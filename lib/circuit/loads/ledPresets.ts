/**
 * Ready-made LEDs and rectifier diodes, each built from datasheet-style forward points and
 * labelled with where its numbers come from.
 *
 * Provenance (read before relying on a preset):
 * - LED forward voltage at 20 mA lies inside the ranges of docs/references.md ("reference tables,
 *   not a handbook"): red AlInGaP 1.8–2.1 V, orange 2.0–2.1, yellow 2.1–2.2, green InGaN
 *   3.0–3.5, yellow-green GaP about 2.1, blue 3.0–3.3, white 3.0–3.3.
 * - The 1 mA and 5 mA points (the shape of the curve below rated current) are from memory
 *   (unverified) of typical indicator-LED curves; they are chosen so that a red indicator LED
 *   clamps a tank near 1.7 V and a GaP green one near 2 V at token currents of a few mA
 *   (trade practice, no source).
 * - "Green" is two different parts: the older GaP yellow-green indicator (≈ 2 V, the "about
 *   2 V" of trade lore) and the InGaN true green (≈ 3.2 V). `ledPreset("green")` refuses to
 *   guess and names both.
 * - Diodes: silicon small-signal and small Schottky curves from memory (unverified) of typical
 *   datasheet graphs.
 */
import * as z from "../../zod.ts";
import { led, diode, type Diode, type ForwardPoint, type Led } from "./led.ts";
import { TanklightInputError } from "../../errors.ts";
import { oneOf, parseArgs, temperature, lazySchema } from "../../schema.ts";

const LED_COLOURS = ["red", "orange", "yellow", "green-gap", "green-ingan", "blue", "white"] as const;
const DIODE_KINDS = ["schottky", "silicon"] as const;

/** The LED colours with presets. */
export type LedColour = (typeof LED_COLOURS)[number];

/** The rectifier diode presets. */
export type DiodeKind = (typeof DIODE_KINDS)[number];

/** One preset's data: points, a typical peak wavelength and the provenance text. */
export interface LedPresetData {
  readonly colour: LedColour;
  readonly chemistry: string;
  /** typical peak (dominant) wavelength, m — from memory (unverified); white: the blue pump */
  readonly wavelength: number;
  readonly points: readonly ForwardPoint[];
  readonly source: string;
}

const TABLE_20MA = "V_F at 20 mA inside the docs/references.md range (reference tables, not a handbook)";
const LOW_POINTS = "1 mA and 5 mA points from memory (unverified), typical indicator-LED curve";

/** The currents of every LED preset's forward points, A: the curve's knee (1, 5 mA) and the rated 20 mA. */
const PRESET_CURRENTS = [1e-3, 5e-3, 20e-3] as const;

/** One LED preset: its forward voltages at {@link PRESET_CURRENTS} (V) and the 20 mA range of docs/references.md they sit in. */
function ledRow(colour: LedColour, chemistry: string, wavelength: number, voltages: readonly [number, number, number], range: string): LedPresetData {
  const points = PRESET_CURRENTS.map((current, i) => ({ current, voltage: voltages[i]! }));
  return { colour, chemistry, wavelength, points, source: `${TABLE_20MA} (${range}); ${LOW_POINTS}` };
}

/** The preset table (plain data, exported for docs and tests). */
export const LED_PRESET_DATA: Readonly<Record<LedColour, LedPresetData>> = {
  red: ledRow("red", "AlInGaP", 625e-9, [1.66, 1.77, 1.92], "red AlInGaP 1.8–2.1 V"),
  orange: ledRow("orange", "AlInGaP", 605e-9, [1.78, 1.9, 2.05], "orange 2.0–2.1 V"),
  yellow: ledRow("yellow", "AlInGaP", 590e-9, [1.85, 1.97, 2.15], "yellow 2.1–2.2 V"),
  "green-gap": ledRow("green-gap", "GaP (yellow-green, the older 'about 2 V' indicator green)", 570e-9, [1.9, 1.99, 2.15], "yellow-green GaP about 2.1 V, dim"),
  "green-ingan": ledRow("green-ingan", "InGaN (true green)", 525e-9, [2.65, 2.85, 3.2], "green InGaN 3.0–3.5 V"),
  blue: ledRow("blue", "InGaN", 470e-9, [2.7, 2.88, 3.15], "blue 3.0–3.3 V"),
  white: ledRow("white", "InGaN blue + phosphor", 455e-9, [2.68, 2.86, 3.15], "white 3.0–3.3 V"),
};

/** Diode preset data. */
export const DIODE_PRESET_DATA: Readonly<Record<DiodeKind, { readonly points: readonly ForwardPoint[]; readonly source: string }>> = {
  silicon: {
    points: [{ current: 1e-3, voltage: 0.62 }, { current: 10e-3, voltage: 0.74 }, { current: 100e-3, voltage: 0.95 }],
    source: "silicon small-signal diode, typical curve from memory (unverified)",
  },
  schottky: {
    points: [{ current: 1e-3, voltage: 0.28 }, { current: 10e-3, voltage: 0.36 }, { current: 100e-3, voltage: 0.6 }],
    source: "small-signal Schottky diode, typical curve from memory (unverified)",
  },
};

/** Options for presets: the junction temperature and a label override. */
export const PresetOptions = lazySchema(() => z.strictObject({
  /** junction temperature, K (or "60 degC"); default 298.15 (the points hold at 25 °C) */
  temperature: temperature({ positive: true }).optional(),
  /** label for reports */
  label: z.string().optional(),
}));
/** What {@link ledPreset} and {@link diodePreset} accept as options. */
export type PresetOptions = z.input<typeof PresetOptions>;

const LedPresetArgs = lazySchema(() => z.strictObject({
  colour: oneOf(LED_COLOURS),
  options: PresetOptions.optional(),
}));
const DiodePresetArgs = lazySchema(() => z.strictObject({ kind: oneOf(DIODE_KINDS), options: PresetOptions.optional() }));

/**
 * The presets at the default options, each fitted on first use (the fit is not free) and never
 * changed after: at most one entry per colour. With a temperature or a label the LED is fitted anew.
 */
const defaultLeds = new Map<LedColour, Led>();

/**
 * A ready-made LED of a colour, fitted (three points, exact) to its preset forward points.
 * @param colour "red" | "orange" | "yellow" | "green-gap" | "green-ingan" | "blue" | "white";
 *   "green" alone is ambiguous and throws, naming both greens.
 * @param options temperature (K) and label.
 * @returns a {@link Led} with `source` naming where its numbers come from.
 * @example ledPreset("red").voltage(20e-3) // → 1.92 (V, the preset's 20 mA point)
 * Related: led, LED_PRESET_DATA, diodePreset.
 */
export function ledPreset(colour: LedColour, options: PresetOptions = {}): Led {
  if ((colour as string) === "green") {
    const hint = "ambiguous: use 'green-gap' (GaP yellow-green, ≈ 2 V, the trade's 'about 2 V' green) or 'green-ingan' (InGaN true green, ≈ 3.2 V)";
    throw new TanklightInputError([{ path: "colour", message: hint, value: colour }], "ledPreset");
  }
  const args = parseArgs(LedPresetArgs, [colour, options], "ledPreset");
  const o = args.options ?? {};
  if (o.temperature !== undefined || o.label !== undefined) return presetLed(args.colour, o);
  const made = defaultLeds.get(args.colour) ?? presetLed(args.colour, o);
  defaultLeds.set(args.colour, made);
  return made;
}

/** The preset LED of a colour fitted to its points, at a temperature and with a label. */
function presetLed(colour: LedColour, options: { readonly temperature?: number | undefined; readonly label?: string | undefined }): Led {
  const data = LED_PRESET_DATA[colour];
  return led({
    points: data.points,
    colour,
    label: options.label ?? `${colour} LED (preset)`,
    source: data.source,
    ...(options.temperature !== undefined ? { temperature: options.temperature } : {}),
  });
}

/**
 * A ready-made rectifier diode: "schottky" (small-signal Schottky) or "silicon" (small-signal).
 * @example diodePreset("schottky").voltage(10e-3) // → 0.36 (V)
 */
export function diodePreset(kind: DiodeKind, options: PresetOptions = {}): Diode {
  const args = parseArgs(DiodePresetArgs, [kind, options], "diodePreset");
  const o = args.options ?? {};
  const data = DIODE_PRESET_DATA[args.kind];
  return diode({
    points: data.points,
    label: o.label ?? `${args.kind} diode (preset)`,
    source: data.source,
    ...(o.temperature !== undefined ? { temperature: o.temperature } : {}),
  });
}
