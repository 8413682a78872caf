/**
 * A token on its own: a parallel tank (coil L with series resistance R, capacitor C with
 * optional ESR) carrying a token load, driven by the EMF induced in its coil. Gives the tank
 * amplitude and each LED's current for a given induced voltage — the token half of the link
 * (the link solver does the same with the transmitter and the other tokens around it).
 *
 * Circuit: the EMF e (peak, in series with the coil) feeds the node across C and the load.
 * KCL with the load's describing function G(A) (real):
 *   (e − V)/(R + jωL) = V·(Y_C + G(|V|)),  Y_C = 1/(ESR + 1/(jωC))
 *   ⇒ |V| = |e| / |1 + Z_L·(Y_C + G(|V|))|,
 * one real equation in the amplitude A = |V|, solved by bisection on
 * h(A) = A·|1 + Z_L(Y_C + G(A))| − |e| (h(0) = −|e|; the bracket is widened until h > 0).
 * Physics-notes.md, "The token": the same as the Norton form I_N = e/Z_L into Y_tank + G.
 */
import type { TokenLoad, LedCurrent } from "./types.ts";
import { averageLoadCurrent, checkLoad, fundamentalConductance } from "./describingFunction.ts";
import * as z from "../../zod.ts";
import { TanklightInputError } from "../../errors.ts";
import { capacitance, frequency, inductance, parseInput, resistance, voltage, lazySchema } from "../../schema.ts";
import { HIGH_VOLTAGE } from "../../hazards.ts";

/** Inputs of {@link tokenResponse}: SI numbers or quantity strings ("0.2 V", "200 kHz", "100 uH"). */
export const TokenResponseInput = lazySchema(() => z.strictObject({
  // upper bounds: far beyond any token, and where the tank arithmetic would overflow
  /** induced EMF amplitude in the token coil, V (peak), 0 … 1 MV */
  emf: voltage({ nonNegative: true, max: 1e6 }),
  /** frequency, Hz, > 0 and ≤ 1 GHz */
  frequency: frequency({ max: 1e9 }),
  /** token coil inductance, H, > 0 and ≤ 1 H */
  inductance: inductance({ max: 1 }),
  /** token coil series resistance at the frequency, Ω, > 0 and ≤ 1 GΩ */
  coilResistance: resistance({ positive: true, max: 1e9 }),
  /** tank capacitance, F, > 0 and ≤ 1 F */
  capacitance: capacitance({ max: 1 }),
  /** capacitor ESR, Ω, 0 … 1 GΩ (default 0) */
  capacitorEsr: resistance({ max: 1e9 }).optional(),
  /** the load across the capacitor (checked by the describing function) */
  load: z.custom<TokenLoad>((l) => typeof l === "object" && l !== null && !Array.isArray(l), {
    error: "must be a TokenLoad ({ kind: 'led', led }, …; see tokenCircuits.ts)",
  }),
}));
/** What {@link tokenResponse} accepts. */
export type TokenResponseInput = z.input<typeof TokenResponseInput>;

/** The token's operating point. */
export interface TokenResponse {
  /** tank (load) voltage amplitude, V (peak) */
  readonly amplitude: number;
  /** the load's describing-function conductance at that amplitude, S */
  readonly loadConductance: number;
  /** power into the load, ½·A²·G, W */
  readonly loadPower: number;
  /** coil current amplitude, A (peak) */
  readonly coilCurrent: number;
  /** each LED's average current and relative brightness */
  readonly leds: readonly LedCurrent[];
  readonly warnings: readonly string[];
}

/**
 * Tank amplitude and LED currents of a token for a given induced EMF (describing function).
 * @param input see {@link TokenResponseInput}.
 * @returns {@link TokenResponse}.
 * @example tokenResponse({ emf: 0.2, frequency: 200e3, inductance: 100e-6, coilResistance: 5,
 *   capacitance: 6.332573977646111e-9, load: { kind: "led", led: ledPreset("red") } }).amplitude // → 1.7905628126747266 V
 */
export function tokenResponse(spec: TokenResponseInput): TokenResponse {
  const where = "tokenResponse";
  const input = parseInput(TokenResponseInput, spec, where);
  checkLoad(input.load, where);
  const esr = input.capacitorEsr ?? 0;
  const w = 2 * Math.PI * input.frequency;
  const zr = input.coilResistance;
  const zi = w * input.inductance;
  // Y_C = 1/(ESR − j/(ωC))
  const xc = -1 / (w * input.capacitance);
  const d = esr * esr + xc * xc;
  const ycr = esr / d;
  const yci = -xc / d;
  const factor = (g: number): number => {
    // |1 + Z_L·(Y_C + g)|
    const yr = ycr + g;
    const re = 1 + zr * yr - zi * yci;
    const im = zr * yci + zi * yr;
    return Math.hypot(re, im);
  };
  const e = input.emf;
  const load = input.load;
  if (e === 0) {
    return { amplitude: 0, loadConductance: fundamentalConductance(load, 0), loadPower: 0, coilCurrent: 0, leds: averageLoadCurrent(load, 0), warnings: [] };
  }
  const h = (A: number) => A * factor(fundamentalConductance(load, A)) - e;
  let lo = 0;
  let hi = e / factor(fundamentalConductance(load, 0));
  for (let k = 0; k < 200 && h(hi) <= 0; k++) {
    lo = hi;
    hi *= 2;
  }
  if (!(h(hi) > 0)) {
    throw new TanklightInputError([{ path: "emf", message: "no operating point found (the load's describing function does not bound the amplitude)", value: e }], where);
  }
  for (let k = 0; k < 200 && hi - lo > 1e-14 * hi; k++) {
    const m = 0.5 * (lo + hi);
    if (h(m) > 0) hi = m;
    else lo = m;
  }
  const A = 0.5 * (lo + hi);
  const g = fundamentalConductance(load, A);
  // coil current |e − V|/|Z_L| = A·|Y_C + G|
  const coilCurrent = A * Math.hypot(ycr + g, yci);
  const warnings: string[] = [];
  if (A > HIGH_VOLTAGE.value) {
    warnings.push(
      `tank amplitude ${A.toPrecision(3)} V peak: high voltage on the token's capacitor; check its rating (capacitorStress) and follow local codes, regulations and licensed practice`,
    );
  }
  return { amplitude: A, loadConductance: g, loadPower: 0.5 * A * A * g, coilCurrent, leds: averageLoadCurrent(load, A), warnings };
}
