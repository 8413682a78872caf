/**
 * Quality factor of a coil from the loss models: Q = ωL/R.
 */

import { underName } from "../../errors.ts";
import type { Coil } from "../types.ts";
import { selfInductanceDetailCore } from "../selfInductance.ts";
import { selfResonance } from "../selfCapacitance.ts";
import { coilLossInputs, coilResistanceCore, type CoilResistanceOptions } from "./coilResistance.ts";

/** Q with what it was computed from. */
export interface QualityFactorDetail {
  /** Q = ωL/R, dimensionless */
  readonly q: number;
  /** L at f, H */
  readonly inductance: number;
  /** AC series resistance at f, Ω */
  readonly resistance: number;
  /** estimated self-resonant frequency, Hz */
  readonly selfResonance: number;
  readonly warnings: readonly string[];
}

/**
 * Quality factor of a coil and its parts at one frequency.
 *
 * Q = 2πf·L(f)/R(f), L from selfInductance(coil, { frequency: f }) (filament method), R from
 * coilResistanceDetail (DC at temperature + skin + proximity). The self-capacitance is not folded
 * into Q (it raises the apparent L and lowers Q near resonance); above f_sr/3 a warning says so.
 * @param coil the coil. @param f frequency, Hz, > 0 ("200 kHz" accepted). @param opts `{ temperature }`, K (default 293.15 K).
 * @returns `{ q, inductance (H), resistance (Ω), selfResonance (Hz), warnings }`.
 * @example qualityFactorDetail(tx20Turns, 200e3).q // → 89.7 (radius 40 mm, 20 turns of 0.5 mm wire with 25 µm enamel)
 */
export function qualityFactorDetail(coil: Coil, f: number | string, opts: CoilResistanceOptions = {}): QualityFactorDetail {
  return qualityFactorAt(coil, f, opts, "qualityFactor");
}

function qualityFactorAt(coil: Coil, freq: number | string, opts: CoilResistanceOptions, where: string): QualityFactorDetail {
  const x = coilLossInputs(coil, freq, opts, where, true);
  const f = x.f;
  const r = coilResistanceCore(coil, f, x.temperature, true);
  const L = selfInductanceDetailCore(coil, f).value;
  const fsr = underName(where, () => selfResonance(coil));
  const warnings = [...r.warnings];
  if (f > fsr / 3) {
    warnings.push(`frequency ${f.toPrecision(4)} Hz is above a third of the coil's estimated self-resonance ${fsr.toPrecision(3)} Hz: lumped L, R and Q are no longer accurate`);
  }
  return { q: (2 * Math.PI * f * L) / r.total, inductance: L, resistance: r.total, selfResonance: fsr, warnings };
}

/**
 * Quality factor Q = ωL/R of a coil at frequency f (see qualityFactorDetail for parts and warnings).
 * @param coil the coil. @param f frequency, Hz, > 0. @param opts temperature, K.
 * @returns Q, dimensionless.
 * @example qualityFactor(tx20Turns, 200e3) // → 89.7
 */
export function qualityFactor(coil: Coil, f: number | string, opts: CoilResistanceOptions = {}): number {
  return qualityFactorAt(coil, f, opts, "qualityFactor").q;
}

● **WORK REQUIRED**: Copy the stretch of the records above that runs from the line with "(default 293.15 K)." through the line with "inductance (H), resistance". Both end lines belong in the copy, and nothing else does.

● **ANSWER FOR THE TASK**:
 * @param coil the coil. @param f frequency, Hz, > 0 ("200 kHz" accepted). @param opts `{ temperature }`, K (default 293.15 K).
 * @returns `{ q, inductance (H), resistance (Ω), selfResonance (Hz), warnings }`.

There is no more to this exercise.